Maninblack4612 said:



			I need an operation to repair an inguinal hernia. It doesn't hurt, doesn't affect my golf but it will not go away so it needs attention. Any advice out there? I appear to have a choice of local or general anaesthetic, open or keyhole surgery. What's recovery like, how long were you unable to drive? When did you start playing golf again? Hopefully I'll be done in the depths of winter and won't miss much. Advice / experiences would be appreciated.[h=4][/h]
		
Click to expand...

I'm carrying three around. Two on the right and one on the left. While it doesn't affect my golf and causing no pain I'm holding off, especially while the season is still in full flow. My GP is reluctant to put me forward for the op unless they get larger or begin to hurt. If I do I'll be like you and go for the winter.
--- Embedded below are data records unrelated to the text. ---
"""NUTS sampling of foretell's PyMC models: the sampler, its cores, its warnings, and interruptions."""

from __future__ import annotations

import contextlib
import importlib.util
import logging
import numbers
import os
import signal
import threading
import warnings
from collections import OrderedDict
from collections.abc import Callable, Hashable, Iterator, Mapping, Sequence

import arviz as az
import numpy as np

from foretell.errors import UsageError
from foretell.validation import check_count, check_n_jobs

TARGET_ACCEPTS = (0.95, 0.99)
"""NUTS' target acceptance, and the next one tried while a posterior has divergent transitions.

0.95 rather than PyMC's 0.8 already, as hierarchical models often need; 0.99
is as small a step as is useful before the divergences say the model's
geometry, not the step, is the problem (Betancourt, 2017)."""


STRUCTURES_KEPT = 8
"""Compiled model structures kept per process (the least recently used is dropped beyond this)."""


def sampler_name() -> str:
    """Return the NUTS implementation :func:`sample` uses: "nutpie" when it can be imported, else "pymc".

    nutpie (a dependency of foretell) compiles a model once and samples
    its chains in parallel; PyMC's own NUTS is the fallback, and every
    result names the sampler that ran.

    Returns
    -------
    str
    """
    return "nutpie" if importlib.util.find_spec("nutpie") is not None else "pymc"


class Structure:
    """A PyMC model whose data enter through ``pm.Data`` containers, compiled at most once for nutpie.

    One structure serves every data set of the same shape: :func:`sample`
    hands it new data (nutpie's ``with_data``, or ``pymc.set_data`` for
    PyMC's NUTS) instead of building and compiling a model again. PyTensor
    keeps what it compiles in its on-disk cache, so a second process
    compiles less again.

    Parameters
    ----------
    model : pymc.Model
        The model, its data in ``pm.Data`` containers.
    """

    def __init__(self, model: object) -> None:
        self.model = model
        self._compiled = None
        self._expand = None

    def compiled(self) -> object:
        """Return the model compiled for nutpie (compiled on the first call only).

        nutpie keeps the unconstrained values only (``var_names=[]``):
        compiling its own function of the other variables costs as much as
        the log density again, in code no cache keeps; :meth:`expanded`
        computes them instead.
        """
        if self._compiled is None:
            import nutpie

            with quiet():
                self._compiled = nutpie.compile_pymc_model(self.model, var_names=[])
        return self._compiled

    def expanded(self, raw: object, data: Mapping[str, object]) -> object:
        """Return the posterior of the :meth:`kept` variables from nutpie's unconstrained draws ``raw``.

        One PyTensor function of the model's value variables (compiled once,
        in PyTensor's on-disk cache) gives the constrained values and the
        deterministics at every draw, on ``data``.

        Parameters
        ----------
        raw : xarray.Dataset
            nutpie's posterior of the value variables.
        data : mapping of str to array-like
            The values of the ``pm.Data`` containers the draws were sampled on.

        Returns
        -------
        xarray.Dataset
        """
        import pymc as pm

        if self._expand is None:
            with quiet():
                self._expand = self.model.compile_fn(self.model.unobserved_value_vars, inputs=self.model.value_vars,
                                                     point_fn=False, on_unused_input="ignore")
        if data:
            pm.set_data(data, model=self.model)
        names = [v.name for v in self.model.unobserved_value_vars]
        keep = set(self.kept())
        inputs = [raw[v.name].to_numpy() for v in self.model.value_vars]
        chains, draws = inputs[0].shape[:2]
        values: dict[str, list] = {n: [] for n in names if n in keep}
        for c in range(chains):
            for d in range(draws):
                for name, value in zip(names, self._expand(*[x[c, d] for x in inputs])):
                    if name in keep:
                        values[name].append(value)
        arrays = {n: np.reshape(v, (chains, draws, *np.shape(v[0]))) for n, v in values.items()}
        dims = {n: list(self.model.named_vars_to_dims[n]) for n in arrays if n in self.model.named_vars_to_dims}
        return az.from_dict(posterior=arrays, coords=dict(self.model.coords), dims=dims).posterior

    def kept(self) -> list[str]:
        """Return the variables a posterior keeps: the model's random variables and deterministics by name."""
        return [v.name for v in (*self.model.free_RVs, *self.model.deterministics)]


_STRUCTURES: OrderedDict[Hashable, Structure] = OrderedDict()


def structure(key: Hashable, build: Callable[[], object]) -> Structure:
    """Return the :class:`Structure` of ``key``, built by ``build()`` only when this process has none yet.

    Parameters
    ----------
    key : hashable
        Everything that fixes the model's graph and shapes (not its data).
    build : callable
        Returns the PyMC model of that structure, data in ``pm.Data``.

    Returns
    -------
    Structure
    """
    if key in _STRUCTURES:
        _STRUCTURES.move_to_end(key)
        return _STRUCTURES[key]
    _STRUCTURES[key] = made = Structure(build())
    while len(_STRUCTURES) > STRUCTURES_KEPT:
        _STRUCTURES.popitem(last=False)
    return made


def sampling_cores(chains: int, n_jobs: int) -> int:
    """Return how many chains run in parallel: ``n_jobs`` read as joblib does, at most ``chains``.

    A positive ``n_jobs`` is a count; -1 means every core, -2 every core but
    one, and so on (as in joblib). Chains are seeded one by one, so the draws
    do not depend on this number.

    Parameters
    ----------
    chains : int
        Chains to sample.
    n_jobs : int
        The step's ``n_jobs``.

    Returns
    -------
    int
        Between 1 and ``chains``.

    Raises
    ------
    UsageError
        For ``n_jobs`` = 0 or a non-integer, and ``chains`` below 1.

    Examples
    --------
    >>> sampling_cores(4, 2)
    2
    >>> sampling_cores(2, 8)
    2
    """
    chains = check_count("chains", chains, 1)
    n_jobs = check_n_jobs(n_jobs)
    available = n_jobs if n_jobs > 0 else (os.cpu_count() or 1) + 1 + n_jobs
    return max(1, min(chains, available))


@contextlib.contextmanager
def quiet() -> Iterator[list[str]]:
    """Yield a list that collects the warnings PyMC, PyTensor and ArviZ raise, instead of showing them.

    Their log messages below ERROR are silenced for the duration; the list
    holds the first line of each distinct warning once the block ends.

    Yields
    ------
    list of str
    """
    names = ("pymc", "pytensor", "arviz")
    levels = {n: logging.getLogger(n).level for n in names}
    caught: list[str] = []
    with warnings.catch_warnings(record=True) as records:
        warnings.simplefilter("always")
        for n in names:
            logging.getLogger(n).setLevel(logging.ERROR)
        try:
            yield caught
        finally:
            for n, level in levels.items():
                logging.getLogger(n).setLevel(level)
            caught.extend(dict.fromkeys(str(r.message).strip().splitlines()[0]
                                        for r in records if str(r.message).strip()))


@contextlib.contextmanager
def _interruptions() -> Iterator[list[BaseException]]:
    """Yield a list that records the KeyboardInterrupt (or subclass) a SIGINT or SIGTERM handler raises.

    PyMC catches KeyboardInterrupt and returns the chains cut short; this
    keeps the exception, so that the interruption can win afterwards. Only
    Python-level handlers of the main thread are wrapped (and restored).
    """
    caught: list[BaseException] = []
    if threading.current_thread() is not threading.main_thread():
        yield caught
        return
    previous = {s: signal.getsignal(s) for s in (signal.SIGINT, signal.SIGTERM)}

    def keep(handler):
        def wrapped(signum, frame):
            try:
                handler(signum, frame)
            except BaseException as exc:
                caught.append(exc)
                raise
        return wrapped

    wrapped = {s: h for s, h in previous.items() if callable(h)}
    for s, h in wrapped.items():
        signal.signal(s, keep(h))
    try:
        yield caught
    finally:
        for s, h in wrapped.items():
            signal.signal(s, h)


def sample(model: object, *, draws: int, tune: int, chains: int, seed: int,
           target_accept: float | Sequence[float] = TARGET_ACCEPTS, cores: int = 1, progress: bool = False,
           data: Mapping[str, object] | None = None) -> tuple[az.InferenceData, str, list[str]]:
    """Return (posterior, sampler name, messages) of NUTS on a PyMC ``model``, on ``data`` when given.

    nutpie when installed, PyMC's own NUTS otherwise (:func:`sampler_name`).
    A :class:`Structure` is compiled once and sampled on every ``data``
    handed to it; a bare PyMC model is compiled for this call.
    A posterior with divergent transitions is sampled again at the next
    target acceptance of ``target_accept`` (smaller steps: divergences
    flag regions the sampler's step size is too large for; Betancourt,
    2017), and the last one is returned with ``target_accept`` in the
    attributes of its ``sample_stats``; a message says what was tried.
    The samplers' warnings are collected (:func:`quiet`), not shown.
    Interruption wins: PyMC answers Ctrl-C (or SIGTERM) by returning the
    chains cut short, so when a signal arrived, or the posterior has fewer
    chains or draws than asked, the interruption is raised again instead of
    a short posterior being returned.

    Parameters
    ----------
    model : Structure or pymc.Model
        The model to sample.
    draws, tune : int
        Draws per chain kept (>= 1), and tuning steps before them (>= 0).
    chains : int
        Chains, at least 2 (R-hat compares chains; Vehtari et al., 2021).
    seed : int
        The sampler's seed (:func:`foretell.validation.child_int`).
    target_accept : float or sequence of float, default :data:`TARGET_ACCEPTS`
        NUTS' target acceptance, or the ones to try in turn while the
        posterior has divergent transitions.
    cores : int, default 1
        Chains run in parallel (:func:`sampling_cores`).
    progress : bool, default False
        Show the sampler's progress bar.
    data : mapping of str to array-like, optional
        New values of the model's ``pm.Data`` containers, by name.

    Returns
    -------
    (arviz.InferenceData, str, list of str)
        The posterior keeps the model's named variables (not nutpie's
        unconstrained copies).

    Raises
    ------
    UsageError
        For counts, or target acceptances, out of range.
    KeyboardInterrupt
        When sampling was interrupted (the signal's own exception when one
        was caught, so SIGTERM stays SIGTERM).

    References
    ----------
    Hoffman, M. D., & Gelman, A. (2014). The No-U-Turn sampler. J. Mach.
    Learn. Res. 15, 1593-1623.
    Betancourt, M. (2017). A conceptual introduction to Hamiltonian Monte
    Carlo. arXiv:1701.02434, section 6.2 (divergences).
    """
    draws = check_count("draws", draws, 1)
    tune = check_count("tune", tune, 0)
    chains = check_count("chains", chains, 2)
    cores = check_count("cores", cores, 1)
    ladder = (float(target_accept),) if isinstance(target_accept, numbers.Real) else tuple(map(float, target_accept))
    if not ladder or not all(0.0 < a < 1.0 for a in ladder):
        raise UsageError(f"target_accept must be between 0 and 1 (one value or several to try in turn), "
                         f"got {target_accept!r}")
    which = sampler_name()
    shared = model if isinstance(model, Structure) else Structure(model)
    messages = [] if which == "nutpie" else ["nutpie is not available: PyMC's own NUTS sampled instead (slower)"]
    for step, accept in enumerate(ladder):
        idata, caught = _nuts(shared, dict(data or {}), draws=draws, tune=tune, chains=chains,
                              cores=min(cores, chains), seed=int(seed), target_accept=accept, sampler=which,
                              progress=bool(progress))
        messages += caught
        divergent = int(idata.sample_stats["diverging"].sum()) if "sample_stats" in idata else 0
        if not divergent or step == len(ladder) - 1:
            break
        messages.append(f"{divergent} divergent transitions at target acceptance {accept:g}: sampled again at "
                        f"{ladder[step + 1]:g}")
    if "sample_stats" in idata:
        idata.sample_stats.attrs["target_accept"] = accept
    return idata, which, list(dict.fromkeys(messages))


def _nuts(shared: Structure, data: dict[str, object], *, draws: int, tune: int, chains: int, cores: int,
          seed: int, target_accept: float, sampler: str, progress: bool) -> tuple[az.InferenceData, list[str]]:
    """Return (posterior, warnings) of one NUTS run; an interruption is raised again (see :func:`sample`)."""
    import pymc as pm

    with _interruptions() as stopped, quiet() as caught:
        try:
            if sampler == "nutpie":
                import nutpie

                compiled = shared.compiled()
                logp_data = {k: v for k, v in data.items() if k in compiled.shared_data}  # the log density's own
                raw = nutpie.sample(compiled.with_data(**logp_data) if logp_data else compiled, draws=draws,
                                    tune=tune, chains=chains, cores=cores, seed=seed, target_accept=target_accept,
                                    progress_bar=progress, save_warmup=False)
                idata = az.InferenceData(posterior=shared.expanded(raw.posterior, data),
                                         sample_stats=raw.sample_stats)
            else:
                with shared.model:
                    if data:
                        pm.set_data(data)
                    idata = pm.sample(draws=draws, tune=tune, chains=chains, cores=cores, random_seed=seed,
                                      target_accept=target_accept, nuts_sampler="pymc", progressbar=progress,
                                      compute_convergence_checks=False)
        except Exception:
            if stopped:  # the sampler failed on the chains the interruption cut short
                raise stopped[0] from None
            raise
    if stopped:
        raise stopped[0]
    got_chains, got_draws = int(idata.posterior.sizes["chain"]), int(idata.posterior.sizes["draw"])
    if (got_chains, got_draws) != (chains, draws):
        raise KeyboardInterrupt(f"sampling stopped early: {got_chains} chains x {got_draws} draws "
                                f"of {chains} x {draws}")
    kept = [v for v in shared.kept() if v in idata.posterior]
    groups = {"posterior": idata.posterior[kept]}
    if "sample_stats" in idata:
        groups["sample_stats"] = idata.sample_stats
    return az.InferenceData(**groups), caught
Been told it could be a minimum of 4-6 weeks and should be done under general and via keyhole


----------



## SimonC (Aug 10, 2014)

I had an inguinal hernia a couple of years ago . I had keyhole surgery under general anaesthetic and was back playing golf just 2 weeks after I had the operation. I wouldn't go for the open surgery as the recovery time is much longer.


----------



## chrisd (Aug 10, 2014)

I had one fixed when I was 11 but that was 50 years ago so not much help!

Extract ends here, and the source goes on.